What Is Presto?
Presto is an open-source, distributed SQL query engine originally developed at Facebook (now Meta) in 2012 and open-sourced in 2013. It was designed to enable interactive SQL analytics across Meta's massive data infrastructure — petabytes of data in HDFS, Hive tables, MySQL databases, and proprietary stores — with sub-minute query latency at any scale.
Presto's architectural innovation was the MPP (massively parallel processing) SQL execution model applied to federated data sources: a single Presto cluster with a Coordinator and hundreds of Workers can query simultaneously across HDFS, S3, relational databases, and other sources using standard SQL, without requiring data to be centralized first.
In 2020, the Presto open-source community forked into two projects: Presto (maintained by the Presto Foundation, primarily Meta engineers) and Trino (the renamed PrestoSQL, maintained by an independent community). Both projects share the original Presto architecture but have diverged in implementation details and ecosystem direction.
Presto Architecture
Presto's architecture is the MPP model that influenced all subsequent distributed SQL engines:
- Coordinator: Receives SQL queries, parses and plans them using the Presto planner and Raptor optimizer, then distributes execution stages to Workers
- Workers: Execute plan fragments in parallel, reading from data sources via Connectors and exchanging data between Workers via the Shuffle layer
- Connectors: Plugin interfaces that translate SQL operations into source-specific reads — Iceberg, Hive, JDBC, Kafka, etc.
- Memory management: Presto uses spill-to-disk for memory-intensive operations (large aggregations, sorts), enabling queries that exceed available cluster memory

Presto and Apache Iceberg
Presto supports Apache Iceberg through the Iceberg connector. Presto's Iceberg support covers: reading Iceberg V1 and V2 tables, partition pruning via hidden partitioning, time travel queries, and basic write operations. Presto's Iceberg catalog support includes Hive Metastore and REST catalogs.
Compared to Trino, Presto's Iceberg connector is somewhat less feature-complete for writing (particularly for complex V2 operations), though both engines provide production-grade Iceberg reads. For organizations primarily using Presto as a read engine against Iceberg tables (written by Spark or Flink), the difference is minimal.

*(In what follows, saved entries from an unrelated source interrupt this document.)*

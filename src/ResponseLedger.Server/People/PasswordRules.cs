namespace ResponseLedger.Server.People;

/// <summary>
/// What a password must be: long (NIST SP 800-63B-4, 3.1.1.2: 15 characters where nothing else is asked), and not one that a
/// guesser tries first. No rules of composition; blanks and every script are welcome.
/// </summary>
internal sealed class PasswordRules
{
    public const int ShortestLength = 15;
    public const int LongestLength = 128;

    private const int LeastOfItsOwn = 8;
    private const string Product = "responseledger";
    private const string ListName = "ResponseLedger.Server.People.CommonPasswords.txt";

    private readonly HashSet<string> common = [.. ReadList()];

    /// <summary>What stands against a password, or null.</summary>
    public string? Against(string? password, string email, string name)
    {
        if (password is null || password.Length < ShortestLength)
            return $"A password has at least {ShortestLength} characters; a few words make a good one.";
        if (password.Length > LongestLength)
            return $"A password has at most {LongestLength} characters.";

        var bare = Bare(password);
        if (common.Contains(bare) || IsRepetition(bare) || IsRun(bare))
            return "This password is among those that are tried first. Choose another.";

        var left = bare;
        foreach (var word in Words(email, name))
            left = left.Replace(word, "", StringComparison.Ordinal);
        return left.Length < LeastOfItsOwn ? "This password is little more than the name of the product or of the person. Choose another." : null;
    }

    private static IEnumerable<string> Words(string email, string name)
        => new[] { Product, Bare(email), Bare(email.Split('@')[0]), Bare(name) }
            .Concat(name.Split(' ').Select(Bare))
            .Where(word => word.Length >= 4)
            .OrderByDescending(word => word.Length);

    private static string Bare(string text) => string.Concat(text.Where(c => !char.IsWhiteSpace(c) && c is not ('-' or '_' or '.'))).ToLowerInvariant();

    // "abcabcabcabcabc": a block of up to four characters, again and again.
    private static bool IsRepetition(string text)
    {
        for (var block = 1; block <= 4; block++)
        {
            if (text.Length >= 2 * block && Enumerable.Range(block, text.Length - block).All(i => text[i] == text[i - block]))
                return true;
        }

        return false;
    }

    // "123456789012345", "abcdefghijklmno", and the same backwards.
    private static bool IsRun(string text)
        => text.Length > 1 && (Enumerable.Range(1, text.Length - 1).All(i => Follows(text[i - 1], text[i])) || Enumerable.Range(1, text.Length - 1).All(i => Follows(text[i], text[i - 1])));

    private static bool Follows(char a, char b) => b == a + 1 || (a == '9' && b == '0') || (a == 'z' && b == 'a');

    private static IEnumerable<string> ReadList()
    {
        using var stream = typeof(PasswordRules).Assembly.GetManifestResourceStream(ListName)
            ?? throw new InvalidOperationException("The list of common passwords is not in the assembly.");
        using var reader = new StreamReader(stream);
        while (reader.ReadLine() is { } line)
        {
            if (line.Length > 0)
                yield return Bare(line);
        }
    }
}
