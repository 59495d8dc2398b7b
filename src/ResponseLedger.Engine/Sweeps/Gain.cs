namespace ResponseLedger.Engine.Sweeps;

/// <summary>Conversions between a complex gain, its level and its phase.</summary>
internal static class Gain
{
    private static readonly double DbPerBinade = 20 * Math.Log10(2);

    /// <summary>20 log10 |re + j im| in dB without overflow or underflow on the way; negative infinity for an exact zero.</summary>
    internal static double LevelDb(double re, double im)
    {
        double magnitude = double.Hypot(re, im);
        if (double.IsFinite(magnitude) && double.IsNormal(magnitude))
            return 20 * Math.Log10(magnitude);
        double largest = Math.Max(Math.Abs(re), Math.Abs(im));
        if (largest == 0)
            return double.NegativeInfinity;
        int binade = Math.ILogB(largest);
        double scaled = double.Hypot(Math.ScaleB(re, -binade), Math.ScaleB(im, -binade));
        return 20 * Math.Log10(scaled) + binade * DbPerBinade;
    }

    /// <summary>20 log10 of a ratio of zero or more.</summary>
    internal static double LevelDb(double ratio) => ratio == 0 ? double.NegativeInfinity : 20 * Math.Log10(ratio);

    /// <summary>10^(L/20).</summary>
    internal static double Ratio(double levelDb) => Math.Pow(10, levelDb / 20);

    /// <summary>Phase in degrees in [-180, 180]; NaN for an exact zero, which has none.</summary>
    internal static double PhaseDeg(double re, double im)
        => re == 0 && im == 0 ? double.NaN : Math.Atan2(im, re) * (180 / Math.PI);

    /// <summary>Real and imaginary part, exact at multiples of 90 degrees.</summary>
    internal static (double Re, double Im) Complex(double ratio, double phaseDeg)
    {
        if (ratio == 0)
            return (0, 0);
        var (sin, cos) = double.SinCosPi(Math.IEEERemainder(phaseDeg, 360) / 180);
        return (ratio * cos, ratio * sin);
    }
}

Presto vs. Trino: Which to Choose?
For organizations starting fresh in 2025, the guidance is:
- Choose Trino if: you want the most active open-source community, the fastest release cadence, the strongest Iceberg REST catalog support, or you are using Starburst Galaxy as a managed service
- Choose Presto if: your organization already runs Presto at scale and the migration cost outweighs the benefits, or if you are at Meta-scale and need Presto's spill-to-disk and native Meta optimizations
- Consider AWS Athena if: you are on AWS and want serverless Trino/Presto-compatible SQL without any cluster management

Summary
Presto pioneered distributed federated SQL analytics and remains a production-grade engine at some of the world's largest scale deployments. For most new data lakehouse projects in 2025, Trino is the preferred choice given its more active community and stronger Iceberg ecosystem. For organizations already running Presto or operating at Meta-equivalent scale, Presto's battle-tested architecture and performance remain compelling. Both engines are part of a healthy lakehouse ecosystem alongside Dremio (BI analytics) and Spark (batch ETL).